From $$\frac{1-c}{b}\ln\left(\frac{\frac{V}{V_0}}{\frac{b+cV}{b+cV_0}}\right)=\frac{1-c}{b}\ln\left(\frac{V(b+cV_0)}{V_0(b+cV)}\right)=-\frac{t}{m}$$, it follows that $$\ln\left(\frac{V(b+cV_0)}{V_0(b+cV)}\right)=-\frac{bt}{(1-c)m}=\frac{bt}{(c-1)m}$$. Since we know that $$e^{\ln(x)}=x$$, we obtain $$\frac{V(b+cV_0)}{V_0(b+cV)} = e^{\frac{bt}{(c-1)m}}$$ from which you should be able to solve it for $$V$$.

• That's what I had found, but I can't isole V. That's why I thought I did something wrong. Commented Sep 19, 2020 at 1:00
• No worries. Denote $x=e^{stuff}$. Then we have $\frac{V(b+cV_0)}{V_0(b+cV)} = x \Leftrightarrow V(b+cV_0) = xV_0(b+cV) = bxV_0 + cxV_0V \Leftrightarrow V(b+cV_0-cxV_0) = V(b+c(1-x)V_0) = bxV_0 \Leftrightarrow V = \frac{bxV_0}{b+c(1-x)V_0}$. Assuming no miscalculations.
– user826493
Commented Sep 19, 2020 at 1:10
• Alright thanks. However, I muffed the integral. $\int_{0}^{t} dt = -m \int_{V0}^{v} \frac {dv}{bv+cv^2}$ Commented Sep 19, 2020 at 1:50

$$\int_0^t dt = -\frac m{-1} \int_{V0}^v \frac {dv}{bv+cv^2}$$

My final answer is $$v = \frac{e^{\frac{-bt}{cm}} VoB}{b +cVo- e^{\frac{-bt}{cm}}VoC}$$

The right answer is $$v = \frac{b +cVo}{b +cVo- e^{\frac{-bt}{m}}VoC} -1$$

$$\frac1b\ln\frac V{V_0} - \frac cb \ln \frac{b+cV}{b+cV_0} = -\frac tm$$

These two terms have the factor $$1/b$$ in common, so you get $$\frac1b \left( \ln\frac V{V_0} - c \ln \frac{b+cV}{b+cV_0}\right) = -\frac tm$$ But you cannot pull $$1-c$$ out of that because the things by which the $$1$$ is multiplied is not the same as the thing by which the $$c$$ is multiplied.

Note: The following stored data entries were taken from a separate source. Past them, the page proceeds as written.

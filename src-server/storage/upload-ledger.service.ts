import { Inject, Injectable, Logger, OnApplicationBootstrap, OnModuleDestroy } from '@nestjs/common';
import { InjectDataSource } from '@nestjs/typeorm';
import { randomUUID } from 'node:crypto';
import { DataSource, EntityManager, QueryRunner } from 'typeorm';
import { APP_CONFIG, type AppConfig } from '../config/app-config';
import { DomainError } from '../common/domain-error';
import { PendingUpload } from './pending-upload.entity';
import { StorageService } from './storage.service';

const SWEEP_EVERY_MS = 60_000;
/** Backstop for a note whose owner cannot be judged: a buffered upload settles in seconds, never in an hour. */
const STALE_AFTER_MINUTES = 60;
const SWEEP_BATCH = 200;

const lockName = (ownerId: string) => `bw-upload-owner-${ownerId}`;

/**
 * Makes object + row writes crash-safe. Before an object is written a pending note (key, owner) is
 * committed; the transaction that writes the referencing row deletes the note. A note whose owner
 * process is gone (its MariaDB named lock is free, which happens the moment its connection drops)
 * marks an orphan: the sweeper deletes the object, then the note, at start and every minute.
 */
@Injectable()
export class UploadLedger implements OnApplicationBootstrap, OnModuleDestroy {
  private readonly logger = new Logger(UploadLedger.name);
  private ownerId = randomUUID();
  private ownerConnection: QueryRunner | undefined;
  private readonly inFlight = new Set<string>();
  private timer: NodeJS.Timeout | undefined;
  private sweeping: Promise<number> | undefined;
  private owning: Promise<string> | undefined;

  constructor(
    @Inject(APP_CONFIG) private readonly config: AppConfig,
    @InjectDataSource() private readonly dataSource: DataSource,
    private readonly storage: StorageService,
  ) {}

  onApplicationBootstrap(): void {
    void this.sweep();
    this.timer = setInterval(() => void this.sweep(), SWEEP_EVERY_MS);
    this.timer.unref();
  }

  async onModuleDestroy(): Promise<void> {
    clearInterval(this.timer);
    await this.sweeping;
    const connection = this.ownerConnection;
    this.ownerConnection = undefined;
    if (connection && !connection.isReleased) {
      // The pooled connection outlives release(), so the lock must be given back explicitly.
      await connection.query('SELECT RELEASE_LOCK(?)', [lockName(this.ownerId)]).catch(() => undefined);
      await connection.release().catch(() => undefined);
    }
  }

  /**
   * Notes the key, then writes the object. Afterwards the caller must either commit its row together
   * with settle(manager, key) or call abandon(key).
   */
  async putPending(key: string, body: Buffer, contentType: string): Promise<void> {
    const ownerId = await this.ensureOwner();
    this.inFlight.add(key);
    try {
      await this.dataSource.getRepository(PendingUpload).insert({ objectKey: key, ownerId });
    } catch (error) {
      this.inFlight.delete(key);
      throw error;
    }
    try {
      await this.storage.put(key, body, contentType);
    } catch (error) {
      await this.abandon(key);
      throw error;
    }
    // Test-only (UPLOAD_TEST_PAUSE_MS, off by default, ignored in production): a window to kill the process in.
    if (this.config.uploadTestPauseMs > 0) await new Promise((r) => setTimeout(r, this.config.uploadTestPauseMs));
  }

  /** Inside the transaction that writes the row referencing key: the object is now owned by that row. */
  async settle(manager: EntityManager, key: string): Promise<void> {
    const result = await manager.delete(PendingUpload, { objectKey: key });
    if (result.affected !== 1) {
      // Only when this instance lost its database session long enough to be judged dead and swept.
      throw new DomainError('STORAGE_UNAVAILABLE', 'The upload was interrupted; nothing was saved, try again', 503);
    }
    this.inFlight.delete(key);
  }

  /** After the row's transaction failed (or the row was deleted): remove the object, then its note. */
  async abandon(key: string): Promise<void> {
    this.inFlight.delete(key);
    await this.removeOrphan(key).catch((error: Error) => this.logger.warn(`cleaning ${key} failed, the sweeper retries: ${error.message}`));
  }

  /** In the transaction that deletes a row: its object becomes a note, removed after commit with abandon(key). */
  async release(manager: EntityManager, key: string): Promise<void> {
    this.inFlight.add(key);
    await manager.query('INSERT IGNORE INTO pending_uploads (object_key, owner_id) VALUES (?, ?)', [key, await this.ensureOwner()]);
  }

  /** Deletes the objects of every note whose owner is gone; returns how many were cleaned. Safe from many instances. */
  sweep(): Promise<number> {
    this.sweeping ??= this.sweepOnce().finally(() => (this.sweeping = undefined));
    return this.sweeping;
  }

  private async sweepOnce(): Promise<number> {
    let cleaned = 0;
    try {
      const ownerId = await this.ensureOwner();
      const notes: { object_key: string; owner_id: string; stale: number }[] = await this.dataSource.query(
        `SELECT object_key, owner_id, created_at < NOW(3) - INTERVAL ${STALE_AFTER_MINUTES} MINUTE AS stale FROM pending_uploads ORDER BY id LIMIT ${SWEEP_BATCH}`,
      );
      const ownerAlive = new Map<string, boolean>();
      for (const note of notes) {
        let orphan: boolean;
        if (note.owner_id === ownerId) orphan = !this.inFlight.has(note.object_key);
        else {
          if (!ownerAlive.has(note.owner_id)) {
            const [{ free }] = await this.dataSource.query('SELECT IS_FREE_LOCK(?) AS free', [lockName(note.owner_id)]);
            ownerAlive.set(note.owner_id, Number(free) !== 1);
          }
          orphan = !ownerAlive.get(note.owner_id) || Number(note.stale) === 1;
        }
        if (orphan && (await this.removeOrphan(note.object_key))) cleaned += 1;
      }
      if (cleaned > 0) this.logger.log(`removed ${cleaned} orphaned upload object(s)`);
    } catch (error) {
      this.logger.warn(`upload sweep failed: ${(error as Error).message}`);
    }
    return cleaned;
  }

  /** The note stays locked while its object is deleted, so a late settle() waits and then finds it gone. */
  private removeOrphan(key: string): Promise<boolean> {
    return this.dataSource.transaction(async (manager) => {
      const held = await manager.query('SELECT id FROM pending_uploads WHERE object_key = ? FOR UPDATE', [key]);
      if (held.length === 0) return false;
      if (!(await this.storage.delete(key))) return false;
      await manager.query('DELETE FROM pending_uploads WHERE object_key = ?', [key]);
      return true;
    });
  }

  private ensureOwner(): Promise<string> {
    this.owning ??= this.takeOwnership().finally(() => (this.owning = undefined));
    return this.owning;
  }

  /** Holds a named lock on a dedicated connection for the life of the process; re-taken under a new id if the session was lost. */
  private async takeOwnership(): Promise<string> {
    if (this.ownerConnection && !this.ownerConnection.isReleased) {
      const mine = await this.ownerConnection.query('SELECT IS_USED_LOCK(?) = CONNECTION_ID() AS mine', [lockName(this.ownerId)]).then(
        (rows: { mine: number | null }[]) => Number(rows[0]?.mine) === 1,
        () => false,
      );
      if (mine) return this.ownerId;
      await this.ownerConnection.release().catch(() => undefined);
      this.ownerId = randomUUID();
    }
    const connection = this.dataSource.createQueryRunner();
    await connection.connect();
    const [{ got }] = await connection.query('SELECT GET_LOCK(?, 0) AS got', [lockName(this.ownerId)]);
    if (Number(got) !== 1) {
      await connection.release();
      throw new DomainError('STORAGE_UNAVAILABLE', 'Uploads are unavailable for a moment; try again', 503);
    }
    this.ownerConnection = connection;
    return this.ownerId;
  }
}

But you can write $$\ln\left(\left( \frac V{V_0} \right)^{1/b} \right) - \ln\left( \left( \frac{b+cV}{b+cV_0} \right)^{c/b} \right) = -\frac t m$$ and then $$\ln \left( \frac{(V/V_0)^{1/b}}{\left( \frac{b+cV}{b+cV_0} \right)^{c/b}} \right) = -\frac t m$$ $$\frac{(V/V_0)^{1/b}}{\left( \frac{b+cV}{b+cV_0} \right)^{c/b}} = e^{-t/m}$$ $$\frac{(V/V_0)}{\left( \frac{b+cV}{b+cV_0} \right)^c} = e^{-bt/m}$$ $$\frac{V}{V_0}\cdot \left( \frac{b+cV}{b+cV_0} \right)^c = e^{-bt/m}$$ $$V(b+cV)^c = e^{-bt/m} \cdot V_0(b+cV_0)^c$$ $$V^{1/c} (b+cV) = e^{-bt/(cm)} \cdot V_0^{1/c} (b+cV_0)$$

To solve this for $$V,$$ you probably need numerical methods.